The club’s name resulted from a stunt some friends pulled on Sunday afternoons after church when they were 16 years old. Dressing up in sophisticated hats, heels, and gloves, they hit the downtown clubs, anxious to dance. “Before long,” recalls Zipper, a member who didn’t want her real name used, “we were sitting pretty and sipping pink ladies”—a frothy gin-and-grenadine cocktail that, according to another club member, Rose Marie Doladee Marinelli, was served to them without the alcohol.
“There was no Rizzo or Frenchy,” says Pink Lady Sandra Pavlik Brigante, referring to a pair of Grease creations—the former a hard-shelled bad girl, the latter an airhead who dreams of being a beautician. Brigante paints a picture at odds with Jacobs’s vision of razor-toting JDs. “We liked to play volleyball, plan which parties and dances we wanted to attend, then hung out at Canale’s Pizza on Higgins,” she says. “We kept it official. Paid club dues and raised money for children’s charities.” And they were chartered as a social athletic club. Otherwise, the Pink Ladies might’ve been considered a gang and harassed by the cops. The main thing, says Zipper, was the dancing.
But Marinelli remembers things differently. Grease‘s depiction is “true to us,” she says. “You had to act tough in a public high school dominated by people who never went to a Catholic elementary school, as we had. You needed friends. It was survival.”
To qualify for membership in a parallel all-male club known as the Goombas— one of several with a claim to being the model for Grease‘s Burger Palace Boys—a kid had to win a fistfight with someone from a different neighborhood. The Goombas would drag race and occasionally scuffle with a rival gang from Park Ridge called the Vanguards. Zipper says they also rumbled down by the rocks at Montrose Beach.
“We didn’t use guns, but some guys from Steinmetz High School came around one night, stuck a shotgun out a car window, and fired,” recalls Goomba Leo Golda. “They put a hole in one guy’s car radiator, but that was the extent of it.”
Marinelli and Brigante each claim to have originated the Pink Lady varsity jacket, which came with a detachable hood. Marinelli says she did it as a way to assert herself at a school where she had no boyfriend and felt like an outsider. “We said, ‘We don’t need boys to give us jackets. We’ve got our own.'” Brigante asserts that it was she who had the inspiration and got the jackets made, adding that when she picked them up she was surprised to find that the champagne-glass insignas had been embellished with bright red cherries. “I told the shop owner that Pink Ladies don’t have cherries,” she says— although they generally do—then laughs. “Well, we were all virgins anyhow.”
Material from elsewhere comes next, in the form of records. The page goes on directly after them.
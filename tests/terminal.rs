//! What the program prints, for people and for other programs: JSON, standard output, widths, colours, manual.
#![allow(clippy::unwrap_used, clippy::panic, reason = "tests may panic")]

use std::fs;
use std::path::{Path, PathBuf};
use std::process::{Command, Stdio};

use serde_json::Value;
use tempfile::TempDir;

struct Run {
    status: i32,
    out: Vec<u8>,
    err: String,
}

impl Run {
    fn text(&self) -> &str {
        std::str::from_utf8(&self.out).unwrap()
    }

    fn json(&self) -> Value {
        serde_json::from_slice(&self.out).unwrap()
    }
}

/// The program, without what a terminal would tell it.
fn program() -> Command {
    let mut command = Command::new(env!("CARGO_BIN_EXE_gyremesh"));
    for name in ["COLUMNS", "NO_COLOR", "CLICOLOR", "CLICOLOR_FORCE", "TERM"] {
        command.env_remove(name);
    }
    command
}

fn gyremesh(args: &[&str]) -> Run {
    finished(program().args(args))
}

fn finished(command: &mut Command) -> Run {
    let output = command.output().unwrap();
    Run {
        status: output.status.code().unwrap(),
        out: output.stdout,
        err: String::from_utf8(output.stderr).unwrap(),
    }
}

fn demo() -> String {
    let repository = Path::new(env!("CARGO_MANIFEST_DIR"));
    let network = repository.join("networks/ostrin/network.toml");
    network.to_str().unwrap().to_string()
}

/// A folder for results.
struct Folder(TempDir);

impl Folder {
    fn new() -> Self {
        Self(tempfile::tempdir().unwrap())
    }

    fn path(&self, name: &str) -> PathBuf {
        self.0.path().join(name)
    }

    fn name(&self) -> &str {
        self.0.path().to_str().unwrap()
    }

    fn read(&self, name: &str) -> Vec<u8> {
        fs::read(self.path(name)).unwrap()
    }

    /// Rows of a table, without its header.
    fn rows(&self, name: &str) -> usize {
        let text = fs::read_to_string(self.path(name)).unwrap();
        text.lines().count() - 1
    }
}

/// An hour of the demo is enough.
const HOUR: [&str; 4] = [
    "--from",
    "2031-06-14T12:00:00Z",
    "--to",
    "2031-06-14T13:00:00Z",
];

#[test]
fn estimate_prints_its_summary_as_json() {
    let folder = Folder::new();
    let (demo, out) = (demo(), folder.name());
    let mut args = vec!["estimate", &demo, "--out", out, "--json"];
    args.extend(HOUR);
    let run = gyremesh(&args);
    assert_eq!(run.status, 0, "{}", run.err);
    assert!(run.out == folder.read("summary.json"));
    assert_eq!(run.json()["network"], "Ostrin Lake mesonet");
    args.push("--quiet");
    assert_eq!(gyremesh(&args).status, 2);
}

/// As many polygons as `mesh.csv` and `expected.csv` have, with the same numbers.
#[test]
fn polygons_prints_json() {
    let folder = Folder::new();
    let (demo, out) = (demo(), folder.name());
    let mesh = gyremesh(&["polygons", &demo, "--json", "--out", out]).json();
    let polygons = mesh["polygons"].as_array().unwrap();
    assert_eq!(polygons.len(), folder.rows("mesh.csv"));
    let left_out = polygons.iter().filter(|p| p["excluded"].is_string());
    assert_eq!(mesh["excluded"], left_out.count());
    let text = String::from_utf8(folder.read("mesh.csv")).unwrap();
    let first: Vec<&str> = text.lines().nth(1).unwrap().split(',').collect();
    assert_eq!(polygons[0]["polygon"], first[0]);
    assert_eq!(polygons[0]["area_km2"], first[3].parse::<f64>().unwrap());

    let run = gyremesh(&["polygons", &demo, "--expect", "--json", "--out", out]);
    let expected = run.json();
    let polygons = expected["polygons"].as_array().unwrap();
    assert_eq!(polygons.len(), folder.rows("expected.csv"));
    for polygon in polygons {
        let number = |name: &str| polygon[name].as_f64().unwrap();
        // Both parts add as squares.
        let sum = number("se_instrument").hypot(number("vorticity_se_sampling"));
        assert!((sum / number("vorticity_se") - 1.0).abs() < 1e-12);
    }
    assert!(
        expected["caution"]
            .as_str()
            .unwrap()
            .contains("not warnings")
    );
}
That’s another point on which people differ.
“There was a good portion of sex going on,” says Golda. “In automobiles, in garages, at the drive-in movies.”
“Our motto was ‘be tough, act tough, be a lover boy,'” notes Goomba Rich Bollman, who dropped out of high school to marry his 15-year-old Pink Lady girlfriend.
“Among the girls,” says Pink Lady Phyllis Stratton, “I think I was the only virgin.”